As a bridge to heart transplantation or alternatives in some cases, they use ventricular assist device implantation (Thoratac, Norvaco, Heartmate) on those with acute or chronic intractable heart failure due to varieties of heart disorders. For patients with difficult-to-treat low output syndromes post-operatively, 25-50% of them survived without having to take further steps. In acute myocardial infarction, 98% past the acute phase and 30% recovered on its own. They also implant ventricular assist device on patients with long term congestive heart failure with 90% of discharge rate and 50-80% of long-term survival.

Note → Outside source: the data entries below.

"""A checked series made by hand, and a report of several."""

from __future__ import annotations

from collections.abc import Hashable, Iterable, Mapping
from dataclasses import dataclass, field, replace

import numpy as np
import pandas as pd

from preflight_magic.model import Difference, Finding, HypothesisTest, Log, Repair, Root, Step, Verdict
from preflight_magic.plan.plan import Plan


@dataclass(frozen=True)
class Moment:
    """A moment of both halves, and how many standard errors they lie apart."""

    name: str
    first: float
    second: float
    z: float


QUESTIONS = {
    "time index": "Is the time index regular, and how long is a season?",
    "values": "Are the values complete and usable?",
    "calendar length": "Do the values follow the number of days?",
    "spread": "Does the spread grow with the level?",
    "shift and trend": "Is there one change of level, or a straight trend?",
    "season": "Is there a season, fixed or wandering?",
    "unit root": "Does the series wander without returning?",
    "roots": "How near to one are the roots of a model of what remains?",
    "halves": "Do the two halves look alike?",
    "residuals": "Is anything left in the residuals?",
}


def values(n: int = 120, missing: tuple[int, ...] = (40, 41)) -> pd.Series:
    """Monthly passengers of a ferry line: growing, with a season that grows along, from a fixed seed."""
    rng = np.random.default_rng(11)
    t = np.arange(n)
    level = 6 + 0.008 * t + np.cumsum(rng.normal(0, 0.02, n))
    y = np.exp(level + 0.35 * np.sin(2 * np.pi * t / 12) + rng.normal(0, 0.03, n))
    y[list(missing)] = np.nan
    return pd.Series(y, index=pd.period_range("2014-05", periods=n, freq="M"), name="passengers")


def roots() -> tuple[Root, ...]:
    seasonal = [Root("MA", 0.95, p, 0.02, True) for p in (np.inf, 12.0, 6.0, 4.0, 3.0, 2.4, 2.0)]
    return (Root("AR", 0.62, np.inf, 0.11), Root("AR", 0.8, 5.3, 0.07), Root("MA", 0.41, 2.0, np.nan), *seasonal)


def tests() -> tuple[HypothesisTest, ...]:
    levels = {"1%": -3.49, "5%": -2.89, "10%": -2.58}
    options = {"series": "log", "lag choice": "modified AIC"}
    return (
        HypothesisTest("ADF", "a unit root", -1.234, 0.6584, "exact", 105, 12, "c", levels, options),
        HypothesisTest("KPSS", "level stationary", 1.85, 0.01, "at most", 118, 4, "ct", {}, {"kernel": "Bartlett"}),
    )


def findings(steps: tuple[Step, ...]) -> dict[str, Finding]:
    made: dict[str, Finding] = {}
    for name, question in QUESTIONS.items():
        verdict: Verdict = "clear"
        headline, reason, proposed = "Nothing to do", "The numbers give no reason to act.", ()
        if name == "spread" and Log() in steps:
            verdict, headline = "transform", "Take logs"
            reason, proposed = "-2 log likelihood falls by 31.4 with the log; lambda is 0.05 (-0.12 to 0.21).", (Log(),)
        if name == "unit root":
            differences = tuple(s for s in steps if isinstance(s, Difference))
            verdict, headline, proposed = "transform", f"{len(differences)} differences", differences
        measures: dict[str, object] = {"missing_share": 0.0167, "lambda": (0.05, -0.12, 0.21)}
        if name == "roots":
            measures = {
                "roots": roots(),
                "psi_sum": 2.3456,
                "variance_implied": 0.0121,
                "variance_sample": 0.0118,
                "order": "ARMA(1,1)(0,1) at 12",
                "half_life": 1.45,
            }
        if name == "halves":
            measures = {
                "moments": (Moment("mean", 0.012, 0.009, -0.41), Moment("variance", 0.0021, 0.0052, 3.4)),
                "second_from": pd.Period("2019-11", "M"),
            }
        shown = tests() if name in ("unit root", "season") else ()
        if name == "residuals":
            p = 0.43 if Difference(12) in steps else 0.0004
            shown = tuple(
                HypothesisTest("Ljung-Box", f"no correlation up to lag {lags}", 9.1, p, "exact", 107, lags, "c")
                for lags in (12, 24)
            )
            if p < 0.05:
                verdict, headline = "inconclusive", "correlation left"
        made[name] = Finding(name, question, verdict, headline, reason, shown, measures, proposed)
    return made


@dataclass(frozen=True)
class FakeProofRow:
    """Errors of one way to forecast."""

    forecast: str
    mase: float
    ratio: float
    coverage: float = 0.91
    p_value: float = np.nan


@dataclass(frozen=True)
class FakeProof:
    """Forecasts from four origins."""

    rows: tuple[FakeProofRow, ...]
    sentences: tuple[str, ...] = ("Without the log the error is 12 % larger.",)
    horizon: int = 12
    origins: tuple[pd.Period, ...] = tuple(pd.period_range("2021-04", periods=4, freq="6M"))
    problem: str | None = None

    @property
    def by_origin(self) -> dict[str, tuple[float, ...]]:
        return {row.forecast: (row.mase - 0.1, row.mase, np.nan, row.mase + 0.2) for row in self.rows}


@dataclass
class FakeSeries:
    """Answers the protocol of a checked series; records which steps were switched."""

    name: Hashable = "passengers"
    series: pd.Series = field(default_factory=values)
    plan: Plan = field(default_factory=lambda: Plan((), (Log(), Difference(12), Difference(1))))
    recommended: Plan = field(default_factory=lambda: Plan((), (Log(), Difference(12), Difference(1))))
    verdict: Verdict = "transform"
    answer: str = "Take logs and difference at lags 12 and 1 before modelling."
    noun: str = "month"
    season: tuple[int, ...] = (12,)
    problem: str | None = None
    alternatives: tuple[tuple[str, float, tuple[Step, ...]], ...] = (
        ("log, difference 12, difference 1", 0.0, (Log(), Difference(12), Difference(1))),
        ("log, difference 12", 1.4, (Log(), Difference(12))),
        ("log, remove pattern 12, difference 1", 8.25, (Log(),)),
    )
    source: str = "import numpy as np\n\n\ndef prepare(y, history=None):\n    return np.log(y)  # <b>log</b>\n"
    calls: list[tuple[str, object]] = field(default_factory=list)
    failing: dict[str, Exception] = field(default_factory=dict)

    @property
    def transformed(self) -> pd.Series:
        shown = self.series
        for step in self.plan.steps:
            shown = np.log(shown) if isinstance(step, Log) else shown
            shown = shown.diff(step.lag) if isinstance(step, Difference) else shown
        return shown.dropna()

    @property
    def findings(self) -> dict[str, Finding]:
        return findings(self.plan.steps) if self.problem is None else {}

    @property
    def methods(self) -> Mapping[str, tuple[str, tuple[str, ...]]]:
        told = ("Plans are compared by their restricted likelihood.", ("Harville (1974)", "MacKinnon (1994)"))
        return dict.fromkeys(QUESTIONS, told)

    @property
    def proof(self) -> FakeProof:
        self._called("proof", self.plan.steps)
        error = 0.8 if Difference(12) in self.plan.steps else 1.3
        rows = (FakeProofRow("the plan", error, 1.0), FakeProofRow("seasonal naive", 1.1, 1.1 / error, 0.86, 0.0004))
        return FakeProof(rows)

    @property
    def repairs(self) -> tuple[Repair, ...]:
        return self.plan.repairs

    def correlograms(self, nlags: int) -> tuple[np.ndarray, np.ndarray, float]:
        return _acf(self.series, nlags), _acf(self.transformed, nlags), 1.96 / np.sqrt(len(self.transformed))

    def code(self, form: str = "pandas") -> str:
        if "code" in self.failing:
            raise self.failing["code"]
        return f"{self.source}# plan: {self.plan}\n"

    def leave_out(self, step: Step) -> FakeSeries:
        return replace(self, plan=self.plan.without(step))

    def put_in(self, step: Step) -> FakeSeries:
        return replace(self, plan=self.plan.with_step(step))

    def with_plan(self, steps: Iterable[Step]) -> FakeSeries:
        plan = Plan(self.plan.repairs, tuple(steps))
        self._called("with_plan", plan.steps)
        return replace(self, plan=plan, answer=f"Examined with {plan}.")

    def with_season(self, season: tuple[int, ...]) -> FakeSeries:
        self._called("with_season", season)
        plan = Plan((), tuple(step for step in self.plan.steps if step != Difference(12)))
        return replace(self, season=season, plan=plan, recommended=plan, answer=f"Examined with season {season}.")

    def without_span(self, start: object, end: object) -> FakeSeries:
        self._called("without_span", (start, end))
        shown = self.series.copy()
        shown.loc[start:end] = np.nan  # type: ignore[misc]
        return replace(self, series=shown, answer="Examined without a span.")

    def _called(self, call: str, asked: object) -> None:
        self.calls.append((call, asked))
        if call in self.failing:
            raise self.failing[call]


def _acf(series: pd.Series, nlags: int) -> np.ndarray:
    centred = series - series.mean()
    variance = float((centred**2).mean())
    return np.array(
        [float((centred * centred.shift(lag)).sum()) / len(series) / variance for lag in range(1, nlags + 1)]
    )


class FakeReport:
    """Several checked series by name."""

    def __init__(self, *many: FakeSeries) -> None:
        self._many = {one.name: one for one in many}

    @property
    def names(self) -> tuple[Hashable, ...]:
        return tuple(self._many)

    @property
    def overview(self) -> pd.DataFrame:
        rows = [{"verdict": v.verdict, "plan": str(v.plan), "note": v.problem or pd.NA} for v in self._many.values()]
        return pd.DataFrame(rows, index=pd.Index(list(self._many), tupleize_cols=False, name="name"))

    def __getitem__(self, name: Hashable) -> FakeSeries:
        return self._many[name]

    def __len__(self) -> int:
        return len(self._many)
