"""Ticks of time, lags and values."""

import pandas as pd
import pytest

from preflight_magic.present import ticks

HALF_YEARS = ["Jan 2015", "Jul 2015", "Jan 2016", "Jul 2016", "Jan 2017", "Jul 2017"]
MONTHS = ["Feb 2021", "Mar 2021", "Apr 2021", "May 2021", "Jun 2021", "Jul 2021"]


@pytest.mark.parametrize(
    ("index", "labels"),
    [
        (pd.period_range("2014-05", periods=120, freq="M"), ["2016", "2018", "2020", "2022", "2024"]),
        (pd.date_range("2015-01-01", periods=36, freq="MS"), HALF_YEARS),
        (pd.period_range("2021-02", periods=6, freq="M"), MONTHS),
        (pd.period_range("1900", periods=100, freq="Y"), ["1900", "1920", "1940", "1960", "1980"]),
        (pd.date_range("2021-03-01", periods=72, freq="h"), ["1 Mar", "2 Mar", "3 Mar"]),
        (pd.RangeIndex(100), ["0", "20", "40", "60", "80"]),
        (pd.RangeIndex(5, 9), ["5", "6", "7", "8"]),
    ],
)
def test_time_ticks(index: pd.Index, labels: list[str]) -> None:
    assert ticks.time_ticks(index)[1] == labels


def test_ticks_stand_where_the_year_begins() -> None:
    index = pd.period_range("2014-05", periods=120, freq="M")
    positions, _ = ticks.time_ticks(index)
    assert [str(index[p]) for p in positions] == ["2016-01", "2018-01", "2020-01", "2022-01", "2024-01"]


@pytest.mark.parametrize("freq", ["YE", "QE", "ME", "W", "D", "B", "h", "min"])
@pytest.mark.parametrize("n", [2, 3, 8, 50, 300, 3000])
def test_any_calendar_has_two_to_seven_ticks(freq: str, n: int) -> None:
    index = pd.date_range("1950-02-03", periods=min(n, 150) if freq in ("YE", "QE") else n, freq=freq)
    positions, labels = ticks.time_ticks(index)
    assert 2 <= len(positions) == len(labels) <= 7
    assert sorted(set(positions)) == positions


def test_lag_ticks_follow_the_season() -> None:
    assert ticks.lag_ticks(25, 12) == [6, 12, 18, 24]
    assert ticks.lag_ticks(24, 4) == [8, 16, 24]
    assert ticks.lag_ticks(24, 1) == [5, 10, 15, 20]
    assert ticks.lag_ticks(10, 12) == [2, 4, 6, 8, 10]


@pytest.mark.parametrize(
    ("low", "high", "labels"),
    [
        (312, 1890, ["500", "1,000", "1,500"]),
        (-0.16, 0.16, ["−0.1", "0", "0.1"]),
        (0.0, 1e-6, ["0", "5e−7", "1e−6"]),
        (1.0e9, 3.0e9, ["1e9", "2e9", "3e9"]),
        (5.0, 5.0, ["5"]),
    ],
)
def test_value_ticks(low: float, high: float, labels: list[str]) -> None:
    assert ticks.value_ticks(low, high)[1] == labels
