"""What cards hold."""

from dataclasses import replace

import pandas as pd

from preflight_magic.model import CheckError, Difference, FillGaps, Log, RemoveTrend
from preflight_magic.plan.plan import Plan
from preflight_magic.present import make_cards
from tests.present.fakes import FakeSeries


def test_card_of_a_series() -> None:
    card = make_cards.card(FakeSeries())
    assert card.span == "120 months, 2014-05 to 2024-04, 2 missing"
    assert [mark.text for mark in card.steps] == ["log", "difference 12", "difference 1"]
    assert card.changes == ()
    assert card.yours == ""
    assert [rung.position for rung in card.rungs] == list(range(1, 11))
    assert card.rungs[3].steps == ("log",)
    assert card.rungs[6].tests[1].p == "at most 0.010"
    assert card.picture is not None
    assert card.picture.period == 12
    assert len(card.picture.correlogram_before) == 25
    assert card.roots is not None
    assert ("half-life", "1.45 months") in card.roots.notes
    assert [row.odds for row in card.plans] == ["best", "4.1 to 1", "over 1,000 to 1"]
    assert [row.shown for row in card.plans] == [True, False, False]
    assert card.codes == (), "code is made when it is shown"
    pandas, model = make_cards.with_code(card, FakeSeries()).codes
    assert pandas.source.startswith("import numpy")
    assert "model" in model.title
    assert model.problem is None
    assert card.halves is not None
    assert card.halves.moments[1] == ("variance", 0.0021, 0.0052, 3.4)


def test_roots_of_one_seasonal_polynomial_share_a_row() -> None:
    card = make_cards.card(FakeSeries())
    assert card.rungs[7].measures[:4] == (
        ("AR root", "0.62 ± 0.22, no cycle"),
        ("AR root", "0.8 ± 0.14, a cycle of 5.3 months"),
        ("MA root", "0.41, a cycle of 2 months"),
        ("MA seasonal roots", "0.95 ± 0.04, 7 roots at the seasonal frequencies"),
    )


def test_switched_steps_are_told_from_the_recommendation() -> None:
    view = FakeSeries()
    marks = make_cards.card(view.leave_out(Difference(12))).steps
    assert [(m.text, m.state) for m in marks] == [
        ("log", "kept"),
        ("difference 12", "left out"),
        ("difference 1", "kept"),
    ]
    marks = make_cards.card(view.put_in(Difference(1)).put_in(RemoveTrend())).steps
    assert [(m.text, m.state) for m in marks] == [
        ("log", "kept"),
        ("difference 12", "kept"),
        ("difference 1", "kept"),
        ("difference 1", "put in"),
        ("remove trend", "put in"),
    ]


def test_step_put_in_before_the_others_stands_before_them() -> None:
    view = FakeSeries(plan=Plan((), (Log(), Difference(1))), recommended=Plan((), (Difference(1),)))
    assert [(m.text, m.state) for m in make_cards.card(view).steps] == [("log", "put in"), ("difference 1", "kept")]


def test_changed_findings_say_what_they_were() -> None:
    view = FakeSeries()
    card = make_cards.card(view.leave_out(Log()), view)
    assert card.rungs[3].before == "◆ transform: Take logs"
    assert [rung.position for rung in card.rungs if rung.before] == [4]
    assert ("verdict on spread", "◆ transform: Take logs", "○ clear: Nothing to do") in [
        (one.what, one.before, one.after) for one in card.changes
    ]


def test_what_a_choice_changed() -> None:
    view = FakeSeries()
    card = make_cards.card(view.leave_out(Difference(12)), view, "You left out 2020-03.")
    assert card.yours == "You left out 2020-03."
    told = {one.what: (one.before, one.after) for one in card.changes}
    assert told["plan"] == ("log, difference 12, difference 1", "log, difference 1")
    assert told["odds of the best plan against it"] == ("best", "not compared")
    assert told["correlation left in the residuals, smallest p-value of Ljung-Box"] == ("0.430", "< 0.001")
    assert told["verdict on residuals"] == ("○ clear: Nothing to do", "◐ inconclusive: correlation left")
    before, after = told["lags of the correlogram outside the band"]
    assert before.endswith(" of 24")
    assert int(after.split()[0]) > int(before.split()[0])
    assert make_cards.card(view, view).changes == ()


def test_repairs_are_told() -> None:
    card = make_cards.card(
        FakeSeries(plan=Plan((FillGaps(12),), (Log(),)), recommended=Plan((FillGaps(12),), (Log(),)))
    )
    assert [mark.text for mark in card.repairs] == ["fill gaps 12"]


def test_infeasible_series_has_a_reason_and_no_code() -> None:
    view = FakeSeries(problem="Column 'passengers' is constant.", verdict="infeasible", plan=Plan(), recommended=Plan())
    card = make_cards.card(view)
    assert card.problem == "Column 'passengers' is constant."
    assert make_cards.with_code(card, view).codes == ()
    assert card.rungs == ()
    assert card.picture is not None
    assert card.picture.correlogram_after is None
    empty = replace(view, series=pd.Series([], dtype=float, index=pd.RangeIndex(0)))
    assert make_cards.card(empty).picture is None
    assert make_cards.card(empty).span == "no values"


def test_code_that_cannot_be_proved_is_shown_as_a_fault() -> None:
    view = FakeSeries(failing={"code": RuntimeError("differs at 2020-03")})
    form = make_cards.with_code(make_cards.card(view), view).codes[0]
    assert form.source == ""
    assert form.problem == "The code could not be proved, which is a fault of this program: differs at 2020-03"


def test_a_plan_that_a_form_cannot_hold_says_so() -> None:
    view = FakeSeries(failing={"code": CheckError("no model holds this; use the pandas code.")})
    form = make_cards.with_code(make_cards.card(view), view).codes[1]
    assert form.problem == "No model holds this; use the pandas code."
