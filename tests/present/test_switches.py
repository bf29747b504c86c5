"""Which steps are offered as switches."""

from preflight_magic.model import Difference, Log, RemovePattern, RemoveTrend, Step
from preflight_magic.plan.plan import Plan
from preflight_magic.present.switches import states, switches
from tests.present.fakes import FakeSeries


def made(view: FakeSeries, *more: Step) -> list[tuple[Step, bool]]:
    return [(switch.step, switch.recommended) for switch in switches(view, more)]


def test_recommended_steps_and_those_of_close_plans_in_the_order_of_the_plan() -> None:
    close = ("remove trend", 1.0, (RemoveTrend(), Log()))
    far = ("remove pattern", 30.0, (RemovePattern(12),))
    view = FakeSeries(alternatives=(close, far))
    expected = [(Log(), True), (Difference(12), True), (Difference(1), True), (RemoveTrend(), False)]
    assert made(view) == expected
    assert made(view, RemovePattern(12), Log()) == [*expected, (RemovePattern(12), False)]


def test_two_equal_steps_have_two_switches() -> None:
    twice = Plan((), (Difference(1), Difference(1)))
    view = FakeSeries(plan=twice, recommended=twice, alternatives=())
    offered = switches(view)
    assert [switch.recommended for switch in offered] == [True, True]
    assert states((Difference(1),), offered) == (True, False)
    assert states(twice.steps, offered) == (True, True)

Some patients have enlarged left ventricle due to long term diseases. They treat them with left ventricular reduction surgery to reduce the size of the enlarged heart muscle so the heart can pump more efficiently and vigorously. The mortality of this type of surgery is 1.9%; and the 1-year survival is 87%. 72% of these patients have avoided having heart transplant.

For patients with chronic atria fibrillation, they treat it with microwave ablation during the surgery and have achieved promising outcomes.

The hospital regularly sends surgeons to Germany and America to receive clinical training on advanced procedures. They also invite cardiac surgeons from abroad to come to the Zhongshan Hospital to exchange experiences. Many surgeons attend medical conferences abroad to catch up on new developments in cardiothoracic surgery. Embraced by the academic and professional atmosphere, they make up one of the strongest cardiac surgical teams in China. They have been recognized for their excellence with many awards.